Finance Ministers of G20 agreed to digital tax.
• A new tax model that is adapted to the digital economy.
• Under the system, digital companies like Amazon, Facebook, Google etc. will be taxed on the basis of,
– Their revenue and
– Number of users in every market where they operate.
• Presently, these companies are taxed on the basis the location where they are headquartered.
Need for the Digital Tax
• The present taxation system has loopholes that global technology giants such as Facebook use to reduce their corporate taxes.
• For cutting their tax bills Tech companies book their profits in low-tax countries regardless of the location of the end customer.
• Ever growing and rapid digitization created a need for countries to develop a framework to regulate and to get a ‘fair’ share of taxes from the revenues generated by such businesses.
• Loss of revenue for some governments: According to the Organisation for Economic Growth and Development (OECD) estimate in 2015, the present taxation system has cost governments up to $ 240 billion.
Progress Made in this Direction
• The OECD first released an ‘Action Plan’ to address the challenges of the digital economy.
• Since then the organization has been working relentlessly with an intention of developing the consensus based long term solution by 2020.
• In 2019, the OECD released a document to provide an update on the proposed solution to deal with tax aspects arising on account of the digital economy.
• Earlier in 2019, countries and territories agreed a roadmap aimed at overhauling international tax rules, which have been overtaken by development of digital commerce.
• In June 2019, G20 nations have agreed to push ahead on compiling common rules to lock tax havens’ door for tech giants.
• Steps taken by India
– Since 2016, India has been imposing Equalization Levy at a rate of six per cent on the payments made by Indian businesses to non-residents providing digital advertising services.
– In 2018, India recognized virtual presence as constituting nexus for the purpose of asserting taxing rights and introduced the concept of Significant Economic Presence (SEP) in its tax laws.
Do You Know?
The SEP is defined based on certain revenue and user thresholds, that remains to be prescribed.
Arguments in Favour
• The move will rationalize the international taxation system, to suit the needs of digital economy.
• Updating of corporate tax code would be in congruence of the spirit of OECD’s Base Erosion and Profit Shifting (‘BEPS’) guidelines.
• This can potentially have far-reaching consequences for India as well, as it has one of the largest internet users in the world.

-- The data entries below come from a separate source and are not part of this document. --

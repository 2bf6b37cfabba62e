package stages

import (
	"bytes"
	"compress/gzip"
	"context"
	"crypto/sha256"
	"encoding/base64"
	"encoding/hex"
	"encoding/json"
	"errors"
	"fmt"
	"image/jpeg"
	"image/png"
	"io"
	"io/fs"
	"maps"
	"os"
	"path/filepath"
	"slices"
	"strings"
	"testing"
	"unicode/utf8"

	"github.com/klauspost/compress/zstd"

	"hindcast/pipeline"
)

// Tests of SPEC §3.1 (ingest) and of the input format of SPEC §1. Every
// expected count is worked out by hand from the fixture (testdata/ingest,
// whose lines are listed with their expected reason below) or from the way a
// test builds its objects, never taken from a run. The configs use
// min_steps 2 and a max_gap of 1h, and every fixture keeps at least two
// frames per unit, so no short_episode drop mixes into the ingest counts:
// each test says how many episodes that gives.

// fixtureConfig is the config of the fixture tests. arm has per-dimension
// obs bounds (a list) and scalar act bounds; cam has two cameras, so a line
// can be both image_missing (one camera) and image_corrupt (the other).
// goals: one future goal per step, so pairs = Σ over episodes (steps − 1).
func fixtureConfig(maxLineBytes int) string {
	return fmt.Sprintf(`
dataset: ingest-fixtures
partitions: 1
source:
  max_line_bytes: %d
embodiments:
  arm:
    obs: 3
    act: 2
    obs_low: [-10, -1, 0]
    obs_high: [10, 1, 5]
    act_low: -1
    act_high: 1
    goal_tolerance: 0.1
  cam:
    obs: 3
    act: 2
    obs_low: -10
    obs_high: 10
    cameras: [front, wrist]
    goal_tolerance: 0.1
episodes: {max_gap: 1h, min_steps: 2, max_steps: 500}
goals: {future: 1, geometric: 0, final: 0, negative: 0}
splits: {train: 1}
`, maxLineBytes)
}

// fixture reads one file of testdata/ingest.
func ingestFixture(t *testing.T, name string) []byte {
	t.Helper()
	b, err := os.ReadFile(filepath.Join("..", "testdata", "ingest", filepath.FromSlash(name)))
	if err != nil {
		t.Fatalf("fixture: %v", err)
	}
	return b
}

// fixtureImages are the committed camera frames, under the source key
// frames/<name> the image fixtures refer to.
func fixtureImages(t *testing.T) map[string][]byte {
	t.Helper()
	out := map[string][]byte{}
	for _, n := range []string{"ok.png", "ok.jpg", "bad-crc.png", "cut.png", "noeoi.jpg", "notimage.png"} {
		out["frames/"+n] = ingestFixture(t, "frames/"+n)
	}
	return out
}

// armLine is a line of embodiment arm that every check accepts, plus extra
// members (each starting with a comma).
func armLine(unit string, t int64, extra string) string {
	return fmt.Sprintf(`{"unit":%q,"embodiment":"arm","t":%d,"obs":[0.5,0.5,0.5],"act":[0.1,-0.1]%s}`, unit, t, extra)
}

// padTo pads an object line with an unknown member to exactly n bytes.
func padTo(t *testing.T, line string, n int) string {
	t.Helper()
	base := strings.TrimSuffix(line, "}") + `,"pad":"`
	k := n - len(base) - len(`"}`)
	if k < 0 {
		t.Fatalf("padTo: line of %d bytes is already longer than %d", len(line), n)
	}
	out := base + strings.Repeat("x", k) + `"}`
	if len(out) != n {
		t.Fatalf("padTo: made %d bytes, want %d", len(out), n)
	}
	return out
}
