// shoot encodes f's camera image, writes it as frames/<unit>/wrist-<name>
// unless mode inlines it, and returns the img value to log and the file path
// ("" for data: URIs).
func (d *demo) shoot(f *frame, mode imageMode, name string) (img, path string, err error) {
	b, err := d.image(f, mode == jpegKey)
	if err != nil {
		return "", "", fmt.Errorf("fleet: encoding frame image of %s at %d: %w", f.unit, f.t, err)
	}
	if mode == pngData {
		return "data:image/png;base64," + base64.StdEncoding.EncodeToString(b), "", nil
	}
	ext := ".png"
	if mode == jpegKey {
		ext = ".jpg"
	}
	key := "frames/" + f.unit + "/wrist-" + name + ext
	path = filepath.Join(d.logs, filepath.FromSlash(key))
	if err := writeFile(path, b); err != nil {
		return "", "", err
	}
	if mode == pngFile {
		return (&url.URL{Scheme: "file", Path: filepath.ToSlash(path)}).String(), path, nil
	}
	return key, path, nil
}

// image draws a 16×16 wrist view: a floor-coloured gradient shifted by the
// gripper position, and the two gripper jaws as dark bars whose spacing
// follows the gripper opening.
func (d *demo) image(f *frame, asJPEG bool) ([]byte, error) {
	img := image.NewRGBA(image.Rect(0, 0, 16, 16))
	x, y, z, open := f.obs[7], f.obs[8], f.obs[9], f.obs[6]
	jaw := 1 + int(math.Round(clamp(open, 1)*5))
	for py := range 16 {
		for px := range 16 {
			c := color.RGBA{
				R: byteOf(90 + 60*x + 4*float64(px)),
				G: byteOf(110 + 50*y + 3*float64(py)),
				B: byteOf(70 + 40*z + 2*float64(px+py)),
				A: 255,
			}
			if (px == 7-jaw || px == 8+jaw) && py >= 4 {
				c = color.RGBA{R: 30, G: 30, B: 35, A: 255}
			}
			img.SetRGBA(px, py, c)
		}
	}
	var buf bytes.Buffer
	var err error
	if asJPEG {
		err = jpeg.Encode(&buf, img, &jpeg.Options{Quality: 85})
	} else {
		err = d.png.Encode(&buf, img)
	}
	return buf.Bytes(), err
}

func byteOf(v float64) uint8 {
	return uint8(math.Max(0, math.Min(255, math.Round(v))))
}

// encode turns frames into lines (without line ends).
func (d *demo) encode(fs []frame) [][]byte {
	lines := make([][]byte, len(fs))
	for i := range fs {
		d.line = appendFrame(d.line[:0], &fs[i])
		lines[i] = bytes.Clone(d.line)
	}
	return lines
}

// object is one demo log object and how it is damaged on the way to storage.
type object struct {
	key     string // relative to dir/logs
	lines   [][]byte
	crlf    bool    // end lines with \r\n
	bom     bool    // start with a UTF-8 byte-order mark
	cutLast int     // > 0: the last line keeps only this many bytes and has no line end
	comp    string  // "", "gz" or "zst"
	keep    float64 // > 0: keep only this fraction of the compressed stream
}

// write writes the object and returns the bytes stored.
func (d *demo) write(o object) ([]byte, error) {
	var buf bytes.Buffer
	if o.bom {
		buf.WriteString("\uFEFF")
	}
	end := "\n"
	if o.crlf {
		end = "\r\n"
	}
	for i, l := range o.lines {
		if i == len(o.lines)-1 && o.cutLast > 0 {
			buf.Write(l[:o.cutLast])
			break
		}
		buf.Write(l)
		buf.WriteString(end)
	}
	data := buf.Bytes()
	switch o.comp {
	case "gz":
		var z bytes.Buffer
		zw := gzip.NewWriter(&z) // zero header: no name, no time, so the bytes are stable
		if _, err := zw.Write(data); err != nil {
			return nil, fmt.Errorf("fleet: compressing %s: %w", o.key, err)
		}
		if err := zw.Close(); err != nil {
			return nil, fmt.Errorf("fleet: compressing %s: %w", o.key, err)
		}
		data = z.Bytes()
	case "zst":
		data = d.zenc.EncodeAll(data, nil)
	}
	if o.keep > 0 {
		data = data[:int(float64(len(data))*o.keep)]
	}
	return data, writeFile(filepath.Join(d.logs, filepath.FromSlash(o.key)), data)
}
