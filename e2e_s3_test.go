package main

// End-to-end tests of whole runs on S3 (a real server, versitygw, through
// internal/s3test): the demo fleet run from a local folder and from a bucket
// gives the same digest and byte-identical shards (SPEC §6: "so does running
// it with the objects, the work area or the output on another storage");
// runs through a fault-injecting proxy (internal/faultproxy) finish with the
// fault-free digest and count their retries; a persistent fault fails the
// run without publishing anything; the secret key never shows.

import (
	"bufio"
	"bytes"
	"compress/gzip"
	"context"
	"encoding/json"
	"errors"
	"fmt"
	"io"
	"io/fs"
	"math"
	"os"
	"path/filepath"
	"reflect"
	"regexp"
	"slices"
	"strconv"
	"strings"
	"testing"
	"time"

	"github.com/aws/aws-sdk-go-v2/aws"
	"github.com/aws/aws-sdk-go-v2/service/s3"
	"golang.org/x/sync/errgroup"

	"hindcast/fleet"
	"hindcast/internal/faultproxy"
	"hindcast/internal/s3test"
	"hindcast/pipeline"
	"hindcast/stages"
)

// s3SetEnv points the SDK's default credential chain at the server's keys
// only (no token, profile, shared files, instance metadata or endpoint
// override from the developer's environment). t.Setenv: not parallel.
func s3SetEnv(t *testing.T, srv *s3test.Server) {
	t.Helper()
	none := filepath.Join(t.TempDir(), "none")
	for k, v := range map[string]string{
		"AWS_ACCESS_KEY_ID":           srv.AccessKey,
		"AWS_SECRET_ACCESS_KEY":       srv.SecretKey,
		"AWS_REGION":                  srv.Region,
		"AWS_SESSION_TOKEN":           "",
		"AWS_PROFILE":                 "",
		"AWS_ENDPOINT_URL":            "",
		"AWS_ENDPOINT_URL_S3":         "",
		"AWS_EC2_METADATA_DISABLED":   "true",
		"AWS_CONFIG_FILE":             none,
		"AWS_SHARED_CREDENTIALS_FILE": none,
	} {
		t.Setenv(k, v)
	}
}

• The new rules mean higher tax burdens for large multi-national firms.
• It will make more difficult for countries like Ireland to attract foreign direct investment with the promise of ultra-low corporate tax rates.
G20’s debate on Changes to the Tax Code Focus on Two Pillars
• First pillar: Dividing up the rights to tax a company where its goods or services are sold even if it does not have a physical presence in that country.
• Second pillar: If companies are still able to find a way to book profits in low tax or offshore havens, countries could then apply a global minimum tax rate to be agreed upon.
• With newer technologies such as blockchain, virtual reality and artificial intelligence on the rise, the pace of digitalization is only going to accelerate. Any new legislative enactment must be fully considered, and its broader impact fully evaluated, before being implemented.
• The OECD believes that a consensus-based solution is the ideal solution since unilateral measures by countries lead to unintended double taxation or double non-taxation among other undesirable results.